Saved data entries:

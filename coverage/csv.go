package coverage

import (
	"encoding/csv"
	"fmt"
	"io"
	"math"
	"strconv"
	"strings"

	"tracelift/axis"
	"tracelift/pipeline"
)

// The columns: the case, what the pipeline knew of its page (the inputs
// of the picture factor), then one measurement.
var csvHeader = []string{"case", "condition", "source", "layout", "error", "verdict", "reasons",
	"scale_source", "scale_conf", "law_uv", "pulse_assumed", "t0_unsure", "faint_share", "gappy_share", "bilevel", "mean_conf", "time_ratio", "rate_doubt",
	"measure", "est", "lo", "hi", "truth", "exact", "engine_sd", "picture_sd", "unit_sd"}

const (
	colMeasure = 18 // index of "measure"
	numCols    = 8  // numbers after it
)

// WriteCSV writes one row per case and measure (a case without
// measurements gets one row with an empty measure).
func WriteCSV(w io.Writer, cases []Case) error {
	cw := csv.NewWriter(w)
	if err := cw.Write(csvHeader); err != nil {
		return err
	}
	g := func(v float64) string { return strconv.FormatFloat(v, 'g', -1, 64) }
	b := func(v bool) string { return strconv.FormatBool(v) }
	for _, c := range cases {
		p := c.Page
		head := []string{strconv.Itoa(c.N), c.Condition, c.Source, c.Layout, c.Err, string(c.Verdict), strings.Join(c.Reasons, " "),
			p.ScaleSource, g(p.ScaleConfidence), g(p.LawResidualUV), b(p.PulseAssumed), b(p.TimeZeroUnsure), g(p.FaintShare), g(p.GappyShare), b(p.Bilevel), g(c.MeanConf), g(c.Doubts.TimeRatio), b(c.Doubts.Rate)}
		if !p.Digitized {
			// No facts: the page was not traced.
			for k := 7; k < colMeasure; k++ {
				head[k] = ""
			}
		}
		if len(c.Meas) == 0 {
			if err := cw.Write(append(head, make([]string, 1+numCols)...)); err != nil {
				return err
			}
			continue
		}
		for _, name := range Measures {
			m, ok := c.Meas[name]
			if !ok {
				continue
			}
			row := append(append([]string(nil), head...), name, g(m.Est), g(m.Lo), g(m.Hi), g(m.Truth), g(m.Exact), g(m.EngineSD), g(m.PictureSD), g(m.Unit))
			if err := cw.Write(row); err != nil {
				return err
			}
		}
	}
	cw.Flush()
	return cw.Error()
}

// ReadCSV reads cases written by WriteCSV.
func ReadCSV(r io.Reader) ([]Case, error) {
	recs, err := csv.NewReader(r).ReadAll()
	if err != nil {
		return nil, fmt.Errorf("coverage: %w", err)
	}
	if len(recs) == 0 || strings.Join(recs[0], ",") != strings.Join(csvHeader, ",") {
		return nil, fmt.Errorf("coverage: not a coverage table of this version (want the header %s)", strings.Join(csvHeader, ","))
	}
	var out []Case
	idx := map[string]int{}
	for line, rec := range recs[1:] {
		key := rec[0]
		i, ok := idx[key]
		if !ok {
			n, err := strconv.Atoi(rec[0])
			if err != nil {
				return nil, fmt.Errorf("coverage: line %d: bad case number %q", line+2, rec[0])
			}
			c := Case{N: n, Condition: rec[1], Source: rec[2], Layout: rec[3], Err: rec[4], Verdict: pipeline.Level(rec[5]), Meas: map[string]Meas{}, GeneratorAxisDeg: math.NaN()}
			if rec[6] != "" {
				c.Reasons = strings.Fields(rec[6])
			}
			var bad error
			num := func(s string) float64 {
				f, err := strconv.ParseFloat(s, 64)
				if err != nil && bad == nil {
					bad = err
				}
				return f
			}
			flag := func(s string) bool {
				v, err := strconv.ParseBool(s)
				if err != nil && bad == nil {
					bad = err
				}
				return v
			}
			if rec[8] != "" {
				c.Page = axis.Picture{Digitized: true, ScaleSource: rec[7], ScaleConfidence: num(rec[8]), LawResidualUV: num(rec[9]),
					PulseAssumed: flag(rec[10]), TimeZeroUnsure: flag(rec[11]), FaintShare: num(rec[12]), GappyShare: num(rec[13]), Bilevel: flag(rec[14])}
				c.MeanConf = num(rec[15])
				c.Doubts = axis.Doubts{TimeRatio: num(rec[16]), Rate: flag(rec[17])}
			}
			if bad != nil {
				return nil, fmt.Errorf("coverage: line %d: %w", line+2, bad)
			}
			out = append(out, c)
			i = len(out) - 1
			idx[key] = i
		}
		if rec[colMeasure] == "" {
			continue
		}
		var v [numCols]float64
		for k := range v {
			f, err := strconv.ParseFloat(rec[colMeasure+1+k], 64)
			if err != nil {
				return nil, fmt.Errorf("coverage: line %d (case %s): %w", line+2, key, err)
			}
			v[k] = f
		}
		out[i].Meas[rec[colMeasure]] = Meas{Est: v[0], Lo: v[1], Hi: v[2], Truth: v[3], Exact: v[4], EngineSD: v[5], PictureSD: v[6], Unit: v[7]}
	}
	return out, nil
}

Try it » Copying word for word, give each line of the data above from the first one through the line containing "for k := 7;", and nothing else.

Output for this task »
filename coverage/csv.go
package coverage

import (
	"encoding/csv"
	"fmt"
	"io"
	"math"
	"strconv"
	"strings"

	"tracelift/axis"
	"tracelift/pipeline"
)

// The columns: the case, what the pipeline knew of its page (the inputs
// of the picture factor), then one measurement.
var csvHeader = []string{"case", "condition", "source", "layout", "error", "verdict", "reasons",
	"scale_source", "scale_conf", "law_uv", "pulse_assumed", "t0_unsure", "faint_share", "gappy_share", "bilevel", "mean_conf", "time_ratio", "rate_doubt",
	"measure", "est", "lo", "hi", "truth", "exact", "engine_sd", "picture_sd", "unit_sd"}

const (
	colMeasure = 18 // index of "measure"
	numCols    = 8  // numbers after it
)

// WriteCSV writes one row per case and measure (a case without
// measurements gets one row with an empty measure).
func WriteCSV(w io.Writer, cases []Case) error {
	cw := csv.NewWriter(w)
	if err := cw.Write(csvHeader); err != nil {
		return err
	}
	g := func(v float64) string { return strconv.FormatFloat(v, 'g', -1, 64) }
	b := func(v bool) string { return strconv.FormatBool(v) }
	for _, c := range cases {
		p := c.Page
		head := []string{strconv.Itoa(c.N), c.Condition, c.Source, c.Layout, c.Err, string(c.Verdict), strings.Join(c.Reasons, " "),
			p.ScaleSource, g(p.ScaleConfidence), g(p.LawResidualUV), b(p.PulseAssumed), b(p.TimeZeroUnsure), g(p.FaintShare), g(p.GappyShare), b(p.Bilevel), g(c.MeanConf), g(c.Doubts.TimeRatio), b(c.Doubts.Rate)}
		if !p.Digitized {
			// No facts: the page was not traced.
			for k := 7; k < colMeasure; k++ {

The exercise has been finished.